He replied: “My advice is to change it. You may not get someone as liberal as me next time.”

The pubs were everything on Scotland Road. They were the most important meeting places for the community.

Kevin went on:

“In 1937/38, my dad used to say that eight or nine priests were giving out the bread at communion in St. Anthony’s Church because the congregation was that big. Liverpool was the second city of the British Empire at that time. People had poured into the terraced houses of Everton and Scottie Road, when the Irish Potato Famine was at its height in the mid-1800s. We always had these huge Irish links, but it was people of all nationalities who came through the port, some initially intending to move on but who decided to stay. Fontenoy Gardens had a big Italian quarter.
“Everyone looked to the pubs for their entertainment because there was nothing at home, certainly no TVs in those days. They made their own entertainment and the pubs were the lifeblood of the communities. They would be booming on Saturday nights, but fights were few and far between. People were more likely to meet on some waste ground for a ‘straightner’ to sort anything out.
“The reality was that when the pubs went, everything went.

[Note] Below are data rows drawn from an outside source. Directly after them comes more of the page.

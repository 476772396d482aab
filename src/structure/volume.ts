/**
 * Volume (index-modulated) grating: a layer of thickness T whose permittivity varies as
 * ε(x, h) = ε0 + Δε·cos(2πx/Λ − φ(h)), h the height above the layer's bottom. Slanted fringes
 * (slant α from the normal, α > 0 leaning toward +x as they rise toward the cover) follow
 * φ(h) = φ0 + 2π·tan α·h/Λ, so a fringe maximum sits at x = Λ·φ0/(2π) + tan α·h. The layer is
 * cut into slices of equal height (the phase changes at a constant rate, so 'adaptive' gives the
 * same), each a 'cosine' layer with the phase at its mid-height; unslanted, one slice suffices.
 *
 * Index modulation: with n(x) = n0 + Δn·cos(·), ε = n0² + 2·n0·Δn·cos(·) + Δn²·cos²(·). This
 * builder uses Δε = 2·n0·Δn and keeps ε0 from the material, i.e. it drops the Δn²·cos² term:
 * an absolute error ≤ Δn² in ε (relative to the modulation, ≤ Δn/(2·n0)); the note says how big.
 */
import type { GeometryLayer, ProfileResult } from './types.ts';
import { angleIn, fail, finite, material, num, positiveLength, record, sliceCount, strategy } from './validate.ts';

export type VolumeGratingParams = {
  /** grating period Λ (µm) */
  readonly periodUm: number;
  /** layer thickness T (µm) */
  readonly thicknessUm: number;
  /** base material (ε0 = its index squared, resolved later) */
  readonly material: string;
  /** fringe slant from the normal (degrees), (−90°, 90°); default 0 */
  readonly slantDeg?: number;
  /** phase φ0 (radians) of the modulation at the bottom of the layer; default 0 */
  readonly phaseRad?: number;
  /** slices (integer ≥ 1) for slanted fringes; unslanted uses one */
  readonly slices?: number;
  readonly strategy?: 'uniform' | 'adaptive';
} & (
  | { /** permittivity modulation amplitude Δε */ readonly deltaEps: number; readonly deltaN?: undefined }
  | {
      /** index modulation amplitude Δn */
      readonly deltaN: number;
      /** real base index n0 used to convert Δn to Δε = 2·n0·Δn */
      readonly n0: number;
      readonly deltaEps?: undefined;
    }
);

/**
 * Sliced volume cosine grating.
 * @param p period and thickness (µm), base material, Δε or (Δn, n0), slant (degrees), phase
 *   (radians), slices
 * @returns 'cosine' slices top first (the grating region has no ridge: ridge and groove material
 *   both name the base material, `shape` is absent and `surfaces` empty)
 * @throws {StructureError} on non-positive period or thickness, both or neither of deltaEps and
 *   deltaN, deltaN without a positive n0, slant outside (−90°, 90°), bad slice count
 * @example
 * volumeGrating({ periodUm: 0.5, thicknessUm: 10, material: 'gelatin', deltaN: 0.02, n0: 1.5, slantDeg: 10, slices: 30 });
 */
export function volumeGrating(p: VolumeGratingParams): ProfileResult {
  const r = record('volume', p);
  const L = positiveLength('volume.periodUm', r.periodUm);
  const T = positiveLength('volume.thicknessUm', r.thicknessUm);
  const mat = material('volume.material', r.material);
  const slant = r.slantDeg === undefined ? 0 : angleIn('volume.slantDeg', r.slantDeg, -90, 90);
  const phase0 = r.phaseRad === undefined ? 0 : finite('volume.phaseRad', r.phaseRad);
  strategy('volume.strategy', r.strategy);
  const slices = slant === 0 && r.slices === undefined ? 1 : sliceCount('volume.slices', r.slices);
  if ((r.deltaEps === undefined) === (r.deltaN === undefined)) {
    fail('volume', 'exactly one of deltaEps and deltaN', r.deltaEps === undefined ? 'neither' : 'both');
  }
  const notes: string[] = [];
  let deltaEps: number;
  if (r.deltaEps !== undefined) deltaEps = finite('volume.deltaEps', r.deltaEps);
  else {
    const dn = finite('volume.deltaN', r.deltaN);
    const n0 = r.n0;
    if (typeof n0 !== 'number' || !Number.isFinite(n0) || !(n0 > 0)) fail('volume.n0', 'a real base index > 0 (needed to convert deltaN to deltaEps)', n0);
    deltaEps = 2 * n0 * dn;
    notes.push(`Δε = 2·n0·Δn = ${num(deltaEps)}; the dropped Δn²·cos² term is at most ${num(dn * dn)} in ε (${num(Math.abs(dn) / (2 * n0))} of the modulation)`);
  }
  const tan = Math.tan((slant * Math.PI) / 180);
  const n = slant === 0 ? 1 : slices;
  if (n !== slices) notes.push(`slices: 1 used instead of ${slices}: unslanted fringes do not change with depth`);
  if (slant !== 0) notes.push(`slanted fringes: the phase advances by 2π·tan α·T/Λ = ${num((2 * Math.PI * tan * T) / L)} rad over the layer, ${num((2 * Math.PI * tan * T) / L / n)} rad per slice`);
  const layers: GeometryLayer[] = [];
  for (let i = n - 1; i >= 0; i--) {
    const hMid = ((i + 0.5) * T) / n;
    layers.push({ kind: 'cosine', thicknessUm: T / n, material: mat, deltaEps, phaseRad: phase0 + (2 * Math.PI * tan * hMid) / L });
  }
  return { layers, slices: n, depthUm: T, notes, periodUm: L, ridgeMaterial: mat, grooveMaterial: mat, surfaces: [] };
}
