/**
 * Lamellar (rectangular) profile: a ridge of duty cycle f and depth d, one slice. Optionally
 * slanted: the ridge leans by the slant angle α from the normal, so at height z above its base
 * it is shifted along +x by tan α·z (α > 0 leans toward +x as it rises toward the cover); a
 * slanted ridge is sliced, each slice taking the position at its mid-height.
 */
import { profileFromShape, profileFromSurface } from './fromSurface.ts';
import { polylineSurface } from './polyline.ts';
import { segmentsFromRegions, wrapInterval, type Interval } from './segments.ts';
import type { ProfileResult, ProfileShape, SliceStrategy } from './types.ts';
import { angleIn, common, duty, fraction, num, positiveLength, record } from './validate.ts';

export interface LamellarParams {
  /** grating period Λ (µm) */
  readonly periodUm: number;
  /** duty cycle: fraction of the period occupied by the ridge, (0, 1) */
  readonly duty: number;
  /** ridge height (µm) */
  readonly depthUm: number;
  /** left edge of the ridge at its base, fraction of the period in [0, 1); default 0 */
  readonly offset?: number;
  /** slant of the ridge from the normal (degrees), (−90°, 90°); default 0 */
  readonly slantDeg?: number;
  readonly ridgeMaterial: string;
  readonly grooveMaterial: string;
  /** slices for a slanted ridge (integer ≥ 1, required then); a straight ridge uses one */
  readonly slices?: number;
  /** slicing strategy; a slanted ridge changes at a constant rate, so both give equal heights */
  readonly strategy?: SliceStrategy;
}

/**
 * Lamellar grating: ridge over [offset, offset + f) of the period at its base.
 * @param p period and depth (µm), duty, offset, slant (degrees), materials, slices, strategy
 * @returns one slice (straight) or `slices` slices (slanted), top first
 * @throws {StructureError} on duty outside (0, 1), non-positive depth or period, slant outside
 *   (−90°, 90°), a slanted ridge without a valid slice count
 * @example
 * lamellar({ periodUm: 0.5, duty: 0.4, depthUm: 0.1, ridgeMaterial: 'Au', grooveMaterial: 'air' }).layers[0];
 * // → { kind: 'segments', thicknessUm: 0.1, segments: [Au over [0, 0.4), air over [0.4, 1)] }
 */
export function lamellar(p: LamellarParams): ProfileResult {
  const r = record('lamellar', p);
  const slant = r.slantDeg === undefined ? 0 : angleIn('lamellar.slantDeg', r.slantDeg, -90, 90);
  const c = common('lamellar', r, slant === 0);
  const f = duty('lamellar.duty', r.duty);
  const d = positiveLength('lamellar.depthUm', r.depthUm);
  const offset = r.offset === undefined ? 0 : fraction('lamellar.offset', r.offset);
  const L = c.periodUm;
  const x0 = offset * L;
  if (slant === 0) {
    const surface = polylineSurface(L, [
      [x0, 0],
      [x0, d],
      [x0 + f * L, d],
      [x0 + f * L, 0],
      [x0 + L, 0],
    ]);
    return profileFromSurface(surface, c, []);
  }
  const tan = Math.tan((slant * Math.PI) / 180);
  const shape: ProfileShape = {
    periodUm: L,
    heightUm: d,
    breaksUm: [],
    materialsAt(z) {
      const set: Interval[] = [];
      const left = x0 + tan * z;
      wrapInterval(left, left + f * L, L, set);
      set.sort((a, b) => a[0] - b[0]);
      return segmentsFromRegions([{ set, material: c.ridgeMaterial }], c.grooveMaterial);
    },
  };
  return profileFromShape(shape, c, [`slanted ridge: top shifted by tan(${num(slant)}°)·d = ${num(tan * d)} µm from the base`], []);
}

Also, when they demolished tenement blocks that had five landings with 120 families and 500 people, they replaced them with seven or eight small bungalows. The impact on the area was immense.
“Suddenly, there were no people to service the local shops or support the pubs. The shops died and many of the pubs closed. It was disastrous.”

Kevin well remembers the aftermath of the slum clearance programme as it unfolded in earnest from 1960. He said:

“Four of my own brothers moved out of the area. People will remember the No. 500 limited-stop bus route that went up Scotland Road, on its way to Kirkby via Walton, Aintree, and Fazakerley. Then there was the No. 44d that also went to Kirkby, but down Walton Hall Avenue, and then through Norris Green and Croxteth. These were all areas that people had moved to.
“In the early years, everyone would use these buses to come flooding back. We would get this large influx of former residents on Saturday and Sunday nights. They would all meet up again in their old pubs.  It took years for them to get used to their new areas and generations for them to stop coming back altogether.
“They all yearned for the old community spirit of areas like Everton and Scottie Road and everybody still remembers it.

 “The demise of the docks was something else that eroded life in the district. We all remember those foggy days when you could hear the march of feet outside, with hundreds of men heading to work in the dock area. You’d hear fellas shouting ‘Alright, Tommy?’ and you knew they all had this special bond.
“We try not to be too sentimental about the way it was, but it’s hard. Doors were never shut around here. I didn’t know anyone who locked their doors and it wasn’t just because we had nothing to steal. If someone robbed a gas meter and they were found out, they would be ostracised in every way.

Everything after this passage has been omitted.